== Given records

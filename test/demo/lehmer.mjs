/**
 * Seeded pseudo-random numbers that come out alike on every machine.
 *
 * Generator: Park & Miller (1988), Comm. ACM 31, 1192: x <- 16807 x mod (2^31 - 1). Every product stays below 2^53.
 * Normal deviates: Box & Muller (1958), Ann. Math. Stat. 29, 610, cosine branch.
 */
const MULTIPLIER = 16807;
const MODULUS = 2147483647;
/** Near-equal seeds give near-equal first numbers: these are thrown away. */
const DISCARDED = 24;

/**
 * @typedef {object} Lehmer
 * @property {() => number} uniform in (0, 1)
 * @property {(low: number, high: number) => number} between uniform in (low, high)
 * @property {() => number} normal mean 0, standard deviation 1
 */

/**
 * @param {number} seed integer, 1 to 2^31 - 2
 * @returns {() => number} the next state of the generator at each call
 */
export function createLehmerStates(seed) {
  let state = seed;
  return () => {
    state = (MULTIPLIER * state) % MODULUS;
    return state;
  };
}

/**
 * @param {string} seedText anything; its hash is the seed
 * @returns {Lehmer}
 */
export function createLehmer(seedText) {
  const next = createLehmerStates(hashToSeed(seedText));
  for (let i = 0; i < DISCARDED; i += 1) next();
  const uniform = () => next() / MODULUS;
  return {
    uniform,
    between: (low, high) => low + (high - low) * uniform(),
    normal: () => {
      const radius = Math.sqrt(-2 * Math.log(uniform()));
      return radius * Math.cos(2 * Math.PI * uniform());
    },
  };
}

/** FNV-1a of the text, brought into the generator's range. @param {string} text */
function hashToSeed(text) {
  let hash = 0x811c9dc5;
  for (let i = 0; i < text.length; i += 1) hash = Math.imul(hash ^ text.charCodeAt(i), 0x01000193);
  return ((hash >>> 0) % (MODULUS - 2)) + 1;
}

====

## Exercise instructions
Exactly repeat the lines from the line that contains "const next = createLehmerStates(hashToSeed(seedText));" to the end of the entries, both included, and leave out all other lines.

## Solution to this exercise
  const next = createLehmerStates(hashToSeed(seedText));
  for (let i = 0; i < DISCARDED; i += 1) next();
  const uniform = () => next() / MODULUS;
  return {
    uniform,
    between: (low, high) => low + (high - low) * uniform(),
    normal: () => {
      const radius = Math.sqrt(-2 * Math.log(uniform()));
      return radius * Math.cos(2 * Math.PI * uniform());
    },
  };
}

/** FNV-1a of the text, brought into the generator's range. @param {string} text */
function hashToSeed(text) {
  let hash = 0x811c9dc5;
  for (let i = 0; i < text.length; i += 1) hash = Math.imul(hash ^ text.charCodeAt(i), 0x01000193);
  return ((hash >>> 0) % (MODULUS - 2)) + 1;
}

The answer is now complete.